トルコの通貨リラの対ドル相場は、米国が利上げを開始した2015年12月以降、下落が続いた。さらに対米関係の緊張がトリガーとなり、2018年8月10日にリラが暴落、通貨危機に陥った。その後はわずかながら対ドル相場が持ち直したものの、コロナ禍に伴うリスクオフの流れを受けて2020年5月に入り最安値を更新することになった。

強権的な手法でトルコを統治するレジェップ・タイイップ・エルドアン大統領は、利下げにより物価が下がるという強い信念を持っている。その意向を組んだ中銀は、為替レートに下落圧力がかかるにもかかわらず利下げを断行、為替介入でそれに抵抗するという荒業に打って出た。

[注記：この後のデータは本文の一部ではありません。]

//! How the answer moves: the derivatives of the solved state by every total, constant
//! and held value, activity coefficients moving along.
//!
//! One matrix holds all of it. Its unknowns are `Σ row · x` of each free slot of the
//! dominance basis, ln I where coefficients are taken at it, and the amounts of the held
//! phases; its equations are the rows of all slots that are not empty, and that of I. Where
//! coefficients depend on the whole composition, no unknown is added: what they give back
//! is worked into how each ln c answers.

use nalgebra::{DMatrix, DVector, Dyn, LU};

use super::composition::{Feedback, entries, held_response};
use super::frame::Slot;
use super::search::Search;
use super::solve::needs_activity;
use super::system::{Activity, Answer, IonicStrength, System};
use crate::chemistry::interaction::Slopes;

const LN_10: f64 = std::f64::consts::LN_10;

/// The derivatives of the answer by one quantity.
#[derive(Clone, Debug, PartialEq)]
pub struct Response {
    /// Of ln activity of each component; zero where it is absent.
    pub ln_components: Vec<f64>,
    /// Of ln concentration of each species; zero where it is absent.
    pub ln_concentrations: Vec<f64>,
    pub ln_ionic_strength: f64,
    /// Of the amount of each held phase, mol per litre or kilogram.
    pub amounts: Vec<f64>,
}

impl Response {
    /// The derivative of the pH.
    pub fn ph(&self) -> f64 {
        -self.ln_components.first().copied().unwrap_or(0.0) / LN_10
    }
}

/// A solved state, ready to be asked how it moves.
pub struct Sensitivity<'a> {
    search: Search<'a>,
    factors: LU<f64, Dyn, Dyn>,
    /// What equations and unknowns were multiplied with before the matrix was factored.
    row_scales: Vec<f64>,
    column_scales: Vec<f64>,
    /// The slots whose rows are equations: free ones, then held ones.
    slots: Vec<usize>,
    moving: bool,
    by_composition: Option<ByComposition>,
}

/// How ln c answers where coefficients depend on all of it.
struct ByComposition {
    feedback: Feedback,
    slopes: Slopes,
    /// Of each present species by each free slot.
    answered: DMatrix<f64>,
}

impl<'a> Sensitivity<'a> {
    /// Of an answer to this very system. None where the equations leave the state
    /// undetermined to first order.
    pub fn new(system: &'a System, answer: &Answer) -> Option<Self> {
        if answer.concentrations.len() != system.species.len() {
            return None;
        }
        let search = Search::at_answer(system, answer).ok()?;
        let by_composition = match &system.activity {
            Activity::ByIonicStrength(_) => None,
            Activity::ByComposition(_) => {
                let (feedback, slopes) = Feedback::at(&search)?;
                let answered = feedback.solve(&entries(&search))?;
                Some(ByComposition { feedback, slopes, answered })
            }
        };
        let moving = needs_activity(system)
            && by_composition.is_none()
            && system.ionic_strength == IonicStrength::Computed
            && answer.ionic_strength > 0.0;
        let frame = &search.frame;
        let held: Vec<usize> =
            (0..frame.slots.len()).filter(|&s| matches!(frame.slots[s], Slot::Held(_))).collect();
        let slots: Vec<usize> = search.at.slots.iter().copied().chain(held.clone()).collect();
        let free = search.at.slots.len();
        let ions = usize::from(moving);
        let size = slots.len() + ions;
        let mut matrix = DMatrix::zeros(size, size);
        let mut weights = vec![0.0; slots.len()];
        for (i, &species) in search.at.species.iter().enumerate() {
            let c = search.point.concentrations[i];
            let charge = f64::from(system.species[species].charge);
            let ion = 0.5 * charge * charge * c;
            for (r, &slot) in slots.iter().enumerate() {
                let value = frame.basis.value(species, slot);
                if value == 0.0 {
                    continue;
                }
                weights[r] += c * value * value;
                match &by_composition {
                    None => {
                        for &(l, other) in search.at.row(i) {
                            matrix[(r, l as usize)] += c * value * other;
                        }
                    }
                    Some(by) => {
                        for l in 0..free {
                            matrix[(r, l)] += c * value * by.answered[(i, l)];
                        }
                    }
                }
                if moving {
                    matrix[(r, free)] += c * value * search.shift_slopes[i];
                    if r < free {
                        matrix[(size - 1, r)] += ion * value;
                    }
                }
            }
            if moving {
                matrix[(size - 1, free)] += ion * search.shift_slopes[i];
            }
        }
        if moving {
            matrix[(size - 1, free)] -= answer.ionic_strength;
        }
        for (r, &slot) in slots.iter().enumerate() {
            for k in 0..system.fixed.len() {
                matrix[(r, free + ions + k)] = -frame.supplied(k, slot);
            }
        }
        let mut row_scales: Vec<f64> = weights.iter().map(|w| w.sqrt().recip()).collect();
        let mut column_scales: Vec<f64> = row_scales[..free].to_vec();
        if moving {
            row_scales.push(answer.ionic_strength.recip());
            column_scales.push(1.0);
        }
        column_scales.extend(weights[free..].iter().map(|w| w.sqrt()));
        for scale in row_scales.iter_mut().chain(&mut column_scales) {
            if !scale.is_finite() || *scale == 0.0 {
                *scale = 1.0;
            }
        }
        for (c, column) in column_scales.iter().enumerate() {
            for (r, row) in row_scales.iter().enumerate() {
                matrix[(r, c)] *= row * column;
            }
        }
        let factors = LU::new(matrix);
        let solvable = size == 0 || factors.is_invertible();
        solvable.then_some(Self {
            search,
            factors,
            row_scales,
            column_scales,
            slots,
            moving,
            by_composition,
        })
    }

    /// By the total of a component, others as they are; per mol per litre or kilogram.
    /// None where the component is absent: no derivative is two-sided there.
    pub fn by_total(&self, component: usize) -> Option<Response> {
        let frame = &self.search.frame;
        let line = frame.basis.unit_line(component);
        let absent = |s: usize| matches!(frame.slots[s], Slot::Empty);
        if (0..frame.slots.len()).any(|s| absent(s) && !frame.basis.is_zero(line, s)) {
            return None;
        }
        let scale = frame.basis.scale(component);
        let rows = self.slots.iter().map(|&s| frame.basis.value(line, s) * scale);
        self.respond(rows.collect(), vec![0.0; self.search.at.species.len()], |_| 0.0)
    }

    /// By ln of the formation constant of a species; zero where it is absent.
    pub fn by_ln_k(&self, species: usize) -> Option<Response> {
        let mut direct = vec![0.0; self.search.at.species.len()];
        if let Some(i) = self.search.at.species.iter().position(|&s| s == species) {
            direct[i] = 1.0;
        }
        self.respond(vec![0.0; self.slots.len()], direct, |_| 0.0)
    }

    /// By the value of a held phase, `ln_value` of [`super::system::Fixed`].
    pub fn by_fixed(&self, phase: usize) -> Option<Response> {
        let (frame, at) = (&self.search.frame, &self.search.at);
        let slot = frame.slots.iter().position(|s| *s == Slot::Held(phase))?;
        let direct = at.species.iter().map(|&species| frame.basis.value(species, slot)).collect();
        let own = |s| if s == slot { 1.0 } else { 0.0 };
        self.respond(vec![0.0; self.slots.len()], direct, own)
    }

    /// Solves for right-hand sides of the rows. `direct` is what the ln concentration of
    /// each present species gains with all unknowns and coefficients as they are, and
    /// `slot` what `Σ row · x` of a slot that is not free gains.
    fn respond(
        &self,
        mut rows: Vec<f64>,
        mut direct: Vec<f64>,
        slot: impl Fn(usize) -> f64,
    ) -> Option<Response> {
        let search = &self.search;
        let pushed = direct.iter().any(|d| *d != 0.0);
        if let Some(by) = self.by_composition.as_ref().filter(|_| pushed) {
            let column = DMatrix::from_column_slice(direct.len(), 1, &direct);
            direct.copy_from_slice(by.feedback.solve(&column)?.as_slice());
        }
        let mut ions = 0.0;
        for (i, &species) in search.at.species.iter().enumerate() {
            let moved = search.point.concentrations[i] * direct[i];
            if moved == 0.0 {
                continue;
            }
            let charge = f64::from(search.system().species[species].charge);
            ions -= 0.5 * charge * charge * moved;
            for (row, &s) in rows.iter_mut().zip(&self.slots) {
                *row -= moved * search.frame.basis.value(species, s);
            }
        }
        let system = search.system();
        let free = search.at.slots.len();
        let mut side = DVector::from_vec(rows);
        if self.moving {
            side = side.push(ions);
        }
        for (value, scale) in side.iter_mut().zip(&self.row_scales) {
            *value *= scale;
        }
        if !side.is_empty() && !self.factors.solve_mut(&mut side) {
            return None;
        }
        for (value, scale) in side.iter_mut().zip(&self.column_scales) {
            *value *= scale;
        }
        if side.iter().any(|v| !v.is_finite()) {
            return None;
        }
        let mut ln_i = if self.moving { side[free] } else { 0.0 };
        let mut present = direct;
        for (i, ln_c) in present.iter_mut().enumerate() {
            match &self.by_composition {
                None => {
                    for &(j, value) in search.at.row(i) {
                        *ln_c += value * side[j as usize];
                    }
                }
                Some(by) => {
                    for j in 0..free {
                        *ln_c += by.answered[(i, j)] * side[j];
                    }
                }
            }
            if self.moving {
                *ln_c += search.shift_slopes[i] * ln_i;
            }
        }
        let mut moves: Vec<f64> = (0..search.frame.slots.len()).map(&slot).collect();
        for (j, &s) in search.at.slots.iter().enumerate() {
            moves[s] = side[j];
        }
        for (s, kind) in search.frame.slots.iter().enumerate() {
            if let Slot::Held(k) = kind {
                moves[s] += match &self.by_composition {
                    None => search.held_gamma(*k).1 * ln_i,
                    Some(by) => held_response(search, &by.slopes, *k, &present),
                };
            }
        }
        if self.by_composition.is_some() {
            let (mut sum, mut change) = (0.0, 0.0);
            for (i, &species) in search.at.species.iter().enumerate() {
                let charge = f64::from(system.species[species].charge);
                sum += charge * charge * search.point.concentrations[i];
                change += charge * charge * search.point.concentrations[i] * present[i];
            }
            ln_i = if sum > 0.0 { change / sum } else { 0.0 };
        }
        let basis = &search.frame.basis;
        let ln_components = (0..basis.width())
            .map(|l| {
                let line = basis.unit_line(l);
                let sum: f64 =
                    moves.iter().enumerate().map(|(s, m)| m * basis.value(line, s)).sum();
                sum * basis.scale(l)
            })
            .collect();
        let mut ln_concentrations = vec![0.0; system.species.len()];
        for (&species, ln_c) in search.at.species.iter().zip(present) {
            ln_concentrations[species] = ln_c;
        }
        let amounts = side.as_slice()[free + usize::from(self.moving)..].to_vec();
        Some(Response { ln_components, ln_concentrations, ln_ionic_strength: ln_i, amounts })
    }
}

/// Strong base that raises the pH by one, to first order, in mol per litre or kilogram:
/// `−d total_H / d pH`, all other totals and held values as they are. Where the pH itself
/// is held, its own balance is put back for this. None where the pH cannot move.
pub fn buffer_capacity(system: &System, answer: &Answer) -> Option<f64> {
    let held = system.fixed.iter().position(|fixed| fixed.row.len() == 1 && fixed.row[0].0 == 0);
    let Some(k) = held else {
        return capacity(system, answer);
    };
    let mut system = system.clone();
    let mut answer = answer.clone();
    let fixed = system.fixed.remove(k);
    if k >= answer.amounts.len() {
        return None;
    }
    let amount = answer.amounts.remove(k);
    for (j, n) in &fixed.supply {
        system.totals[*j] += amount * *n.numer() as f64 / *n.denom() as f64;
    }
    capacity(&system, &answer)
}

fn capacity(system: &System, answer: &Answer) -> Option<f64> {
    let by_ph = Sensitivity::new(system, answer)?.by_total(0)?.ph();
    let capacity = -by_ph.recip();
    capacity.is_finite().then_some(capacity)
}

このスキームが対米関係の悪化を契機に破綻をきたし、2018年8月の通貨危機を招くことになった。

リラ相場に強い下落圧力がかかる前の2010年12月時点において、貨幣供給量(M3)に占める外貨預金(含む金預金)の割合は24.9%であった。その後はリラ相場の下落に伴いこの比率は上昇、通貨危機直前の2018年7月には40.3%にまで達した。さらに翌月の通貨危機を受けて、この比率は最悪期である2019年4月に47.9%まで上昇した。

足元にかけてこの比率は40%後半で推移しているが、このことはつまり市中に出回っているマネーの実に半分近くが外貨(主に米ドル)であることを意味している。度重なる通貨危機の歴史もあり、トルコの人々の自国通貨リラに対する信認はそもそも弱かった。それに追い打ちをかけたのが、エルドアン政権による失政であったわけだ。

通貨が不安定であるため、トルコでは銀行の取引の半分近くが外貨建てで行われる。預金も貸出も、それぞれ半分程度を外貨が占めている。資産負債管理(ALM)の観点からいえば、銀行の行動は合理的だ。ただ自国通貨建て預金と貸出が増えなければ、トルコは自律的な経済成長を実現できず、“中進国の罠”に囚われ続けることになる。

またトルコでは、インフラ開発もいまだにドル建てで行われている。トルコのインフラ開発は民間事業者に資金調達から開発、運営を委ねる官民パートナーシップ(PPP)形式で行われるものが主流であるが、この方式によるインフラ開発は、20~30年経てばインフラの所有権が民から官に移転するため、政府の債務隠しに使われている。